import { useId } from 'react';
import { Pressable, StyleSheet, View, type StyleProp, type ViewStyle } from 'react-native';

import { t } from '@/shared/messages';
import { color, font, space, target } from '../theme/tokens';
import { Text } from './Text';

export type ButtonKind = 'primary' | 'plain' | 'quiet' | 'danger';

export interface ButtonProps {
  label: string;
  onPress: () => void;
  /** primary is hi-vis and stands at most once on a page: the one next action. Default plain. */
  kind?: ButtonKind;
  /** 64 is for the crush. */
  size?: 48 | 64;
  busy?: boolean;
  disabled?: boolean;
  /** Why it can't be pressed now; shown under the button and read with it. */
  why?: string | undefined;
  /** Longer name for screen readers, where the label alone is not enough, such as "Undo the record of 0412". */
  accessibleLabel?: string;
  /** For a button that opens something. */
  expanded?: boolean;
  fill?: boolean;
  style?: StyleProp<ViewStyle>;
}

/** Something that acts here. What leads to another place is a Link or LinkButton. */
export function Button(props: ButtonProps) {
  const {
    label,
    onPress,
    kind = 'plain',
    size = 48,
    busy = false,
    disabled = false,
    why,
    accessibleLabel,
    fill,
  } = props;
  const whyId = useId();
  const off = disabled || busy;
  return (
    <View style={[fill ? styles.fill : styles.fit, props.style]}>
      <Pressable
        role="button"
        aria-label={busy ? t('ui.busy', { label: accessibleLabel ?? label }) : (accessibleLabel ?? label)}
        aria-busy={busy}
        aria-disabled={off}
        {...(props.expanded === undefined ? {} : { 'aria-expanded': props.expanded })}
        {...(why ? { 'aria-describedby': whyId } : {})}
        disabled={off}
        onPress={onPress}
        style={({ pressed }) => [
          styles.base,
          { minHeight: size },
          kinds[kind],
          pressed && styles.pressed,
          off && styles.off,
        ]}
      >
        <Text
          variant={size === 64 ? 'heading' : 'body'}
          strong={size === 48}
          align="center"
          aria-hidden
          style={[
            size === 48 && styles.word,
            { color: off ? color.quiet : words[kind] },
            kind === 'quiet' && styles.underlined,
          ]}
        >
          {busy ? t('ui.busyShort') : label}
        </Text>
      </Pressable>
      {why ? (
        <Text variant="small" tone="quiet" nativeID={whyId} style={styles.why}>
          {why}
        </Text>
      ) : null}
    </View>
  );
}

const words: Record<ButtonKind, string> = {
  primary: color.onVis,
  plain: color.ink,
  quiet: color.ink,
  danger: color.stop,
};

const kinds = StyleSheet.create({
  primary: { backgroundColor: color.vis, borderColor: color.onVis },
  plain: { backgroundColor: color.raised, borderColor: color.ink },
  quiet: { borderColor: 'transparent', paddingHorizontal: space.s },
  danger: { backgroundColor: color.raised, borderColor: color.stop },
});

const styles = StyleSheet.create({
  fit: { alignSelf: 'flex-start', alignItems: 'flex-start', maxWidth: '100%' },
  fill: { alignSelf: 'stretch' },
  base: {
    minWidth: target.normal,
    paddingHorizontal: 20,
    paddingVertical: 6,
    borderWidth: 2,
    borderRadius: 4,
    justifyContent: 'center',
    alignItems: 'center',
  },
  word: { fontFamily: font.bodyBold },
  underlined: { textDecorationLine: 'underline' },
  pressed: { transform: [{ translateY: 1 }] },
  off: { backgroundColor: color.sunk, borderColor: color.rail },
  why: { marginTop: space.xs },
});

────────────────

AIM OF THE TASK: Stop at the line containing "onPress: () => void;". Please print exactly every line before it from the start of the records, plus that line itself, and nothing else.

RESPONSE:
import { useId } from 'react';
import { Pressable, StyleSheet, View, type StyleProp, type ViewStyle } from 'react-native';

import { t } from '@/shared/messages';
import { color, font, space, target } from '../theme/tokens';
import { Text } from './Text';

export type ButtonKind = 'primary' | 'plain' | 'quiet' | 'danger';

export interface ButtonProps {
  label: string;
  onPress: () => void;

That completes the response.